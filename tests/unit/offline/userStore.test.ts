import { describe, expect, it } from 'vitest'
import { IDBFactory, IDBKeyRange } from 'fake-indexeddb'
import { deleteUserStore, forgetUserStoreUnlessQueued, openUserStore, recordStep, savePiece, summariseUnsynced } from '../../../offline'
import { pieceDetail } from '../../support/offline'

// One simulated tablet per test: its own IndexedDB factory.
function tablet() {
  const options = { indexedDB: new IDBFactory(), IDBKeyRange }
  const names = async () => (await options.indexedDB.databases()).map(d => d.name)
  return { options, names }
}

async function storeWithPiece(userId: number, options: ReturnType<typeof tablet>['options'], queuedSteps: number) {
  const db = openUserStore(userId, options)
  await savePiece(db, pieceDetail({ id: 7, name: 'Sleeve', projectName: 'Harbour jumper' }))
  for (let i = 1; i <= queuedSteps; i++) await recordStep(db, 7, { kind: 'advance', to: 2 * i, totalRows: 120 })
  return db
}

describe('a person’s offline store', () => {
  it('names the pieces whose steps are still queued', async () => {
    const { options } = tablet()
    const db = await storeWithPiece(3, options, 2)
    expect(await summariseUnsynced(db)).toEqual({ steps: 2, pieces: ['Sleeve · Harbour jumper'] })
  })

  it('stays whole, queued steps and all, when the session ended elsewhere with steps not yet sent', async () => {
    const { options, names } = tablet()
    ;(await storeWithPiece(3, options, 1)).close()
    expect(await forgetUserStoreUnlessQueued(3, options)).toBe(1)
    const again = openUserStore(3, options)
    expect(await again.outbox.count()).toBe(1)
    expect(await names()).toEqual(['floatwise-user-3'])
  })

  it('goes when the session ended elsewhere with nothing queued, and is not made anew for someone who never had one', async () => {
    const { options, names } = tablet()
    ;(await storeWithPiece(3, options, 0)).close()
    expect(await forgetUserStoreUnlessQueued(3, options)).toBe(0)
    expect(await forgetUserStoreUnlessQueued(4, options)).toBe(0)
    expect(await names()).toEqual([])
  })

  it('is deleted on sign-out while another tab has it open; that tab is told the store is gone (newVersion null)', async () => {
    const { options, names } = tablet()
    const seen: (number | null)[] = []
    const otherTab = openUserStore(3, { ...options, onVersionChange: e => seen.push(e.newVersion) })
    await savePiece(otherTab, pieceDetail())
    await deleteUserStore(3, options)
    expect(seen).toEqual([null])
    expect(otherTab.isOpen()).toBe(false)
    expect(await names()).toEqual([])
  })
})
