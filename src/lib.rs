//! causeway: estimate the causal effect of an exposure on an outcome from
//! observational data, under a causal graph that the analyst declares.
//!
//! The library is a one-way pipeline; each stage is a module that only uses
//! the stages before it:
//!
//! graph file -> [`graph`] -> [`identify`] -> analysis plan -> [`data`] ->
//! [`model`] -> [`problem`] -> [`learn`] (nuisance models) -> [`estimate`]
//! (estimators: targets with influence functions, contrasts) -> [`infer`]
//! (variance: sandwich and bootstrap) -> [`sensitivity`] -> [`report`].
//!
//! An estimate is only as valid as the declared graph and the usual
//! assumptions (no unmeasured confounding beyond the graph, positivity,
//! consistency, correctly specified models).
#![warn(missing_docs)]

pub mod analysis;
pub mod check;
pub mod data;
pub mod dist;
pub mod error;
pub mod estimate;
pub mod graph;
pub mod identify;
pub mod impute;
pub mod infer;
pub mod learn;
pub mod maths;
pub mod model;
pub mod plan;
pub mod problem;
pub mod progress;
pub mod random;
pub mod report;
pub mod resources;
pub mod sensitivity;
pub mod simulate;
pub mod survival;

pub use error::{Advice, Error, Phrasing, Remedy, Result, Setting, Words};
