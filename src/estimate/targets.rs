//! What an estimator produces: targets, a vector of named mean outcomes
//! (one per exposure level, per dose of a curve, or under a shift of the
//! exposure), each with its per-row influence function. Every contrast and
//! every interval is made from these (see [`super::contrast`]).

use crate::data::Setting;

/// The exposure as the estimators see it.
#[derive(Debug, Clone, PartialEq)]
pub enum ExposureKind {
    /// Two values coded 0 (unexposed) and 1 (exposed).
    Binary,
    /// Three or more levels coded 0, 1, ...; code 0 is the reference.
    Levels(Vec<String>),
    /// A number (a dose).
    Dose,
}

impl ExposureKind {
    /// The kind's name in words (`binary`, `categorical`, `continuous`).
    pub fn words(&self) -> &'static str {
        match self {
            ExposureKind::Binary => "binary",
            ExposureKind::Levels(_) => "categorical",
            ExposureKind::Dose => "continuous",
        }
    }
}

/// The exposure kinds an estimator serves.
#[derive(Debug, Clone, Copy, PartialEq, Eq)]
pub enum Serves {
    /// A binary exposure.
    Binary,
    /// A categorical exposure of three or more levels.
    Levels,
    /// A continuous exposure.
    Dose,
}

impl Serves {
    /// Does `kind` belong here?
    pub fn covers(self, kind: &ExposureKind) -> bool {
        matches!(
            (self, kind),
            (Serves::Binary, ExposureKind::Binary)
                | (Serves::Levels, ExposureKind::Levels(_))
                | (Serves::Dose, ExposureKind::Dose)
        )
    }
}

/// One target: the mean outcome had the exposure been set so.
#[derive(Debug, Clone, Copy, PartialEq)]
pub enum Target {
    /// Everyone at level code `k` (binary: 1 exposed, 0 unexposed).
    Level(usize),
    /// Everyone at this dose.
    Dose(f64),
    /// Everyone's exposure raised by one unit from its observed value.
    Shifted,
    /// The exposure as observed.
    Observed,
    /// Time to event: survival at level code `.0` at time `.1`.
    Survival(usize, f64),
    /// Time to event: the risk (1 - survival) at level `.0` by time `.1`.
    Risk(usize, f64),
    /// Time to event: the restricted mean survival time at level `.0` up
    /// to time `.1`.
    Rmst(usize, f64),
}

impl Target {
    /// How the exposure column is filled for this target.
    pub fn setting(self) -> Setting {
        match self {
            Target::Level(k) | Target::Survival(k, _) | Target::Risk(k, _) | Target::Rmst(k, _) => {
                Setting::Fixed(k as f64)
            }
            Target::Dose(x) => Setting::Fixed(x),
            Target::Shifted => Setting::Shift(1.0),
            Target::Observed => Setting::Observed,
        }
    }
}

/// An estimator's targets on the full sample.
#[derive(Debug, Clone, Default)]
pub struct Targets {
    /// What each value is.
    pub targets: Vec<Target>,
    /// The estimated means.
    pub values: Vec<f64>,
    /// Per target, each row's influence, scaled so that
    /// `value - truth ~ sum_i influence_i` (hence `Var = sum_i influence_i^2`).
    pub influence: Vec<Vec<f64>>,
    /// The coefficients of the linear outcome model the targets come from,
    /// when they come from one alone (regression standardization of a
    /// continuous outcome): the small-sample factor of a clustered
    /// variance uses it.
    pub linear_terms: Option<usize>,
    /// The means are not reported as such (the front-door product of
    /// coefficients forms a one-unit effect, not two means).
    pub means_hidden: bool,
    /// Plain statements of how the targets were made.
    pub notes: Vec<String>,
    /// Warnings for the report.
    pub warnings: Vec<String>,
}

impl Targets {
    /// The position of `t`, if the estimator formed it.
    pub fn position(&self, t: Target) -> Option<usize> {
        self.targets.iter().position(|&u| u == t)
    }

    /// Adds one target.
    pub fn push(&mut self, t: Target, value: f64, influence: Vec<f64>) {
        self.targets.push(t);
        self.values.push(value);
        self.influence.push(influence);
    }
}

/// Targets under frequency weights, without influence functions (what a
/// bootstrap replicate needs).
#[derive(Debug, Clone, Default)]
pub struct Points {
    /// What each value is.
    pub targets: Vec<Target>,
    /// The estimated means.
    pub values: Vec<f64>,
}

impl Points {
    /// The value of `t`, if formed.
    pub fn get(&self, t: Target) -> Option<f64> {
        self.targets.iter().position(|&u| u == t).map(|k| self.values[k])
    }
}
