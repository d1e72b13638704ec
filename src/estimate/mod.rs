//! The estimate stage: each method behind one small trait, [`Method`].
//!
//! A [`Problem`] is prepared once from the data and a [`Spec`]; every
//! method reads it. [`Method::point`] gives the point estimate under
//! frequency weights (the bootstrap calls it in parallel, warm-started from
//! the full-sample fit; a replicate whose model fails returns an error, to
//! be counted); [`Method::estimate`] gives the full-sample estimate with an
//! analytic (sandwich) standard error and interval.
//!
//! Methods: [`Regression`] (standardization, the parametric g-formula),
//! [`Ipw`] (Hajek or Horvitz-Thompson weighting), [`Aipw`] (doubly robust),
//! [`FrontDoor`] (Pearl's front-door formula). Weighting methods need a
//! binary exposure; a continuous exposure is estimated by regression only.
//! [`diagnostics()`] and [`sensitivity_inputs`] serve the report.
//!
//! Every estimate is only as valid as the declared graph and the usual
//! assumptions: no unmeasured confounding beyond the graph, positivity,
//! consistency, and correctly specified models.

mod aipw;
mod contrast;
mod diagnostics;
mod frontdoor;
mod ipw;
mod outcome;
mod problem;
mod propensity;
mod regression;
mod result;
mod sensitivity;

pub use aipw::Aipw;
pub use diagnostics::{
    Balance, Diagnostics, PropensityDiagnostics, Range, Summary, WeightDiagnostics, diagnostics,
};
pub use frontdoor::FrontDoor;
pub use ipw::Ipw;
pub use problem::{Problem, Spec};
pub use regression::Regression;
pub use result::{Estimand, Estimate, Means, Scale, Warm, z_value};
pub use sensitivity::{SensitivityInputs, TermStat, sensitivity_inputs};

use crate::{Error, Result, Setting};

/// An estimation method.
pub trait Method: Sync {
    /// The method's name in output (`regression`, `ipw`, ...).
    fn name(&self) -> &'static str;
    /// Point estimate under frequency weights (`None` = all ones),
    /// warm-started from `warm`.
    fn point(&self, p: &Problem, freq: Option<&[f64]>, warm: Option<&Warm>) -> Result<f64>;
    /// Full-sample estimate with analytic standard error, interval and
    /// method-specific notes.
    fn estimate(&self, p: &Problem) -> Result<Estimate>;
}

/// Every method name [`method`] accepts.
pub const METHODS: [&str; 5] = ["regression", "ipw", "ipw-ht", "aipw", "frontdoor"];

/// The method called `name`.
pub fn method(name: &str) -> Result<Box<dyn Method>> {
    Ok(match name {
        "regression" => Box::new(Regression),
        "ipw" => Box::new(Ipw {
            horvitz_thompson: false,
        }),
        "ipw-ht" => Box::new(Ipw {
            horvitz_thompson: true,
        }),
        "aipw" => Box::new(Aipw),
        "frontdoor" => Box::new(FrontDoor),
        _ => {
            return Err(Error::option(
                Setting::Method,
                format!("'{name}': expected one of {}", METHODS.join(", ")),
            ));
        }
    })
}

/// The default methods for a problem: `frontdoor` when it has mediators;
/// otherwise `regression`, plus `ipw` and (for the ATE) `aipw` when the
/// exposure is binary.
pub fn applicable(p: &Problem) -> Vec<&'static str> {
    if !p.mediators.is_empty() {
        return vec!["frontdoor"];
    }
    let mut m = vec!["regression"];
    if p.binary_exposure() {
        m.push("ipw");
        if p.spec.estimand == Estimand::Ate {
            m.push("aipw");
        }
    }
    m
}
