//! The propensity model shared by IPW, AIPW and the diagnostics: a logistic
//! regression of the exposure on the adjustment terms, scores clipped to
//! `[trim, 1 - trim]` when asked, and the inverse-probability weights of
//! each estimand (ATE: 1/e and 1/(1-e); ATT: 1 and e/(1-e); ATC: (1-e)/e
//! and 1). The ATE weights follow Hernán & Robins, *Causal Inference: What
//! If*, 2020, ch. 12; the ATT and ATC forms are common practice, no source.

use super::{Estimand, Problem};
use crate::data::Setting;
use crate::model::{Logit, LogitOptions, linear_predictor};
use crate::{Error, Result};
use nalgebra::DVector;

/// A fitted propensity model.
pub(crate) struct Propensity {
    pub fit: Logit,
    /// Scores after clipping.
    pub e: Vec<f64>,
    /// Scores before clipping.
    pub raw: Vec<f64>,
}

impl Propensity {
    /// Fits; refuses (an error) when the exposure is separated, since the
    /// weights would be unbounded.
    pub fn fit(p: &Problem, w: Option<&[f64]>, warm: Option<&DVector<f64>>) -> Result<Propensity> {
        let rows = p.propensity.rows(&p.frame, Setting::Observed);
        let fit = Logit::fit(&rows, p.a(), w, warm, LogitOptions::default())?;
        if let Some(s) = &fit.separation {
            return Err(Error::Numerical(format!(
                "propensity model for '{}': {s}; some units have no chance of the other exposure \
                 (a positivity violation), so weighting cannot be used; consider fewer or coarser \
                 adjustment terms, --trim, or --method regression",
                p.spec.exposure
            )));
        }
        let raw: Vec<f64> = linear_predictor(&rows, &fit.coef)
            .into_iter()
            .map(crate::model::expit)
            .collect();
        let e = match p.spec.trim {
            Some(t) if t > 0.0 => raw.iter().map(|&x| x.clamp(t, 1.0 - t)).collect(),
            _ => raw.clone(),
        };
        Ok(Propensity { fit, e, raw })
    }

    /// Was row i's score clipped (its derivative in the coefficients is 0)?
    pub fn clipped(&self, i: usize) -> bool {
        self.e[i] != self.raw[i]
    }

    /// Row i's influence on `k' (gamma_hat - gamma)`: `z_i' I^-1 k (A_i - e_i)`.
    pub fn influence(&self, p: &Problem, k: &DVector<f64>) -> Vec<f64> {
        let c = self.fit.bread_solve(k);
        let mut d = linear_predictor(&p.propensity.rows(&p.frame, Setting::Observed), &c);
        for ((d, a), e) in d.iter_mut().zip(p.a()).zip(&self.raw) {
            *d *= a - e;
        }
        d
    }
}

/// The weight of a row in each arm for `estimand`, and its derivative in the
/// score: `(h1, h0, dh1/de, dh0/de)`.
pub(crate) fn arm_weights(estimand: Estimand, a: f64, e: f64) -> (f64, f64, f64, f64) {
    let b = 1.0 - a;
    match estimand {
        Estimand::Ate => (a / e, b / (1.0 - e), -a / (e * e), b / ((1.0 - e) * (1.0 - e))),
        Estimand::Att => (a, b * e / (1.0 - e), 0.0, b / ((1.0 - e) * (1.0 - e))),
        Estimand::Atc => (a * (1.0 - e) / e, b, -a / (e * e), 0.0),
    }
}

## WORK ORDER
Each line of the entries above that contains "struct" is to be copied.

## TASK ANSWER
pub struct Targets {
pub struct Points {
pub(crate) struct Propensity {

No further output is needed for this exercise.